(Information provided begins)
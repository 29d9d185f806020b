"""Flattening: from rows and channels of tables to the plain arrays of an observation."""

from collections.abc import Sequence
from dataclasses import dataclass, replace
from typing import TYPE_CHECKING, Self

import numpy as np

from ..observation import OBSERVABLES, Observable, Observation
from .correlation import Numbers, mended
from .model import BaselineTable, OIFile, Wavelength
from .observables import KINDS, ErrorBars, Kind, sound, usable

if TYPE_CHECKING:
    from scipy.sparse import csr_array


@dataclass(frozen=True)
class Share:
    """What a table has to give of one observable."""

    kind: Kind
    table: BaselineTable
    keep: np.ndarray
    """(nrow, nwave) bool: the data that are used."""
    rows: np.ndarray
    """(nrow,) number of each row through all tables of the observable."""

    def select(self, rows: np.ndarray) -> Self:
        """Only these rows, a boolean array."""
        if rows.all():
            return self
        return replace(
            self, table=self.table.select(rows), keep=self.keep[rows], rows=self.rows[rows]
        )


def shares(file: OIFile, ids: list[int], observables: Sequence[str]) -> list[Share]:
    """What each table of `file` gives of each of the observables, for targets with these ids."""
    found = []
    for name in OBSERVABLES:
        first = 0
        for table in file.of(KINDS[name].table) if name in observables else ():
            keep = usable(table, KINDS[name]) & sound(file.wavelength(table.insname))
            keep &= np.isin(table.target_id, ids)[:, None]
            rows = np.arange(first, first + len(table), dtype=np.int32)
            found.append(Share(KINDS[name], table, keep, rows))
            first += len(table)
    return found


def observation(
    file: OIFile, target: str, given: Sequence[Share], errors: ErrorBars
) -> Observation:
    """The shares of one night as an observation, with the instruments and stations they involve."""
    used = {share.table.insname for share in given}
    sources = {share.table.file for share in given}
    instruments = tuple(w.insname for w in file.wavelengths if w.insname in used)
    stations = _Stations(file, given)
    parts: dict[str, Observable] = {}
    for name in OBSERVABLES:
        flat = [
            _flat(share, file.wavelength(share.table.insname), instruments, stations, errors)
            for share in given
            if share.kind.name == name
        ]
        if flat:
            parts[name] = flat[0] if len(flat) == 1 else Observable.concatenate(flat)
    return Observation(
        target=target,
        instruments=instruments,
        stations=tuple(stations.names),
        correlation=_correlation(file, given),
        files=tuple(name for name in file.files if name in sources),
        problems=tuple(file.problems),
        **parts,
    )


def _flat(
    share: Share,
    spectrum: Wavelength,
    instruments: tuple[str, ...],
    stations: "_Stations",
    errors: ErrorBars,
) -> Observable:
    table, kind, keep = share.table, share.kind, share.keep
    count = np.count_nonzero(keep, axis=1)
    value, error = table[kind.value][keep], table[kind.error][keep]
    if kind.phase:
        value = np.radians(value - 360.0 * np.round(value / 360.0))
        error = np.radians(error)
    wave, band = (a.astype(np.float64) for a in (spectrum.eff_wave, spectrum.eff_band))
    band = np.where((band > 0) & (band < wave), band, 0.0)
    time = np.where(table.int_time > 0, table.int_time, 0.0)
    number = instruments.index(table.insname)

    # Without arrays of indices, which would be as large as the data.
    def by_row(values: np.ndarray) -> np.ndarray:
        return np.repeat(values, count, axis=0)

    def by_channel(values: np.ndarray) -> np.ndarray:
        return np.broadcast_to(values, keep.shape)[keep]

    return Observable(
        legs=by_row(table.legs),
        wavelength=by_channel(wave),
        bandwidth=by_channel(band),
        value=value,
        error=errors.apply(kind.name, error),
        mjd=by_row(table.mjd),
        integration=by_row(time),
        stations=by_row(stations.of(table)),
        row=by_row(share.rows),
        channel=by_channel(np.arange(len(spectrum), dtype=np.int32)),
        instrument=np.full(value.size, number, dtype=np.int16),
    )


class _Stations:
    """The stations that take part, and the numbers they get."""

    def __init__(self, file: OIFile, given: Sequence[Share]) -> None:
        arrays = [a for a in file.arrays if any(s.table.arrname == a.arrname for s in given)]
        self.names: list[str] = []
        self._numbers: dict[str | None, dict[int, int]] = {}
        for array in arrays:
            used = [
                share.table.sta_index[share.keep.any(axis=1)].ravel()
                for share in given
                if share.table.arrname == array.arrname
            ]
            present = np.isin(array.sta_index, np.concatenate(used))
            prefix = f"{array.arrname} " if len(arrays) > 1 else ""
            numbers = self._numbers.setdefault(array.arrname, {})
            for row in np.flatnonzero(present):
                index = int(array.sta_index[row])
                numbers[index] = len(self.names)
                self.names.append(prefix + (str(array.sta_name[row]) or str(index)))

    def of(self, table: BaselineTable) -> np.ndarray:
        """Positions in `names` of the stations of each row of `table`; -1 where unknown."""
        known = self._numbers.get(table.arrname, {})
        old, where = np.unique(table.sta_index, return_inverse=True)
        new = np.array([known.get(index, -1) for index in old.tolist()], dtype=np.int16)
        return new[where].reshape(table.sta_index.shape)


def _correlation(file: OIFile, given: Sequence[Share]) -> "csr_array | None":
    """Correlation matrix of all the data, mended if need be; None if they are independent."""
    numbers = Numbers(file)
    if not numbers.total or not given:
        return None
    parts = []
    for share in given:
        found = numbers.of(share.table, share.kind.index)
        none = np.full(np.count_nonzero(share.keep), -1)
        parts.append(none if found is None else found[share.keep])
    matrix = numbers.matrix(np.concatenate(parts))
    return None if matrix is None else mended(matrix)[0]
(Information provided ends)
Above are the entries; repeat their lines exactly, from the first through the one that contains "found.append(Share(KINDS[name], table, keep, rows))".

=== Response to the task ===
repository 29d9d185f806020b
"""Flattening: from rows and channels of tables to the plain arrays of an observation."""

from collections.abc import Sequence
from dataclasses import dataclass, replace
from typing import TYPE_CHECKING, Self

import numpy as np

from ..observation import OBSERVABLES, Observable, Observation
from .correlation import Numbers, mended
from .model import BaselineTable, OIFile, Wavelength
from .observables import KINDS, ErrorBars, Kind, sound, usable

if TYPE_CHECKING:
    from scipy.sparse import csr_array


@dataclass(frozen=True)
class Share:
    """What a table has to give of one observable."""

    kind: Kind
    table: BaselineTable
    keep: np.ndarray
    """(nrow, nwave) bool: the data that are used."""
    rows: np.ndarray
    """(nrow,) number of each row through all tables of the observable."""

    def select(self, rows: np.ndarray) -> Self:
        """Only these rows, a boolean array."""
        if rows.all():
            return self
        return replace(
            self, table=self.table.select(rows), keep=self.keep[rows], rows=self.rows[rows]
        )


def shares(file: OIFile, ids: list[int], observables: Sequence[str]) -> list[Share]:
    """What each table of `file` gives of each of the observables, for targets with these ids."""
    found = []
    for name in OBSERVABLES:
        first = 0
        for table in file.of(KINDS[name].table) if name in observables else ():
            keep = usable(table, KINDS[name]) & sound(file.wavelength(table.insname))
            keep &= np.isin(table.target_id, ids)[:, None]
            rows = np.arange(first, first + len(table), dtype=np.int32)
            found.append(Share(KINDS[name], table, keep, rows))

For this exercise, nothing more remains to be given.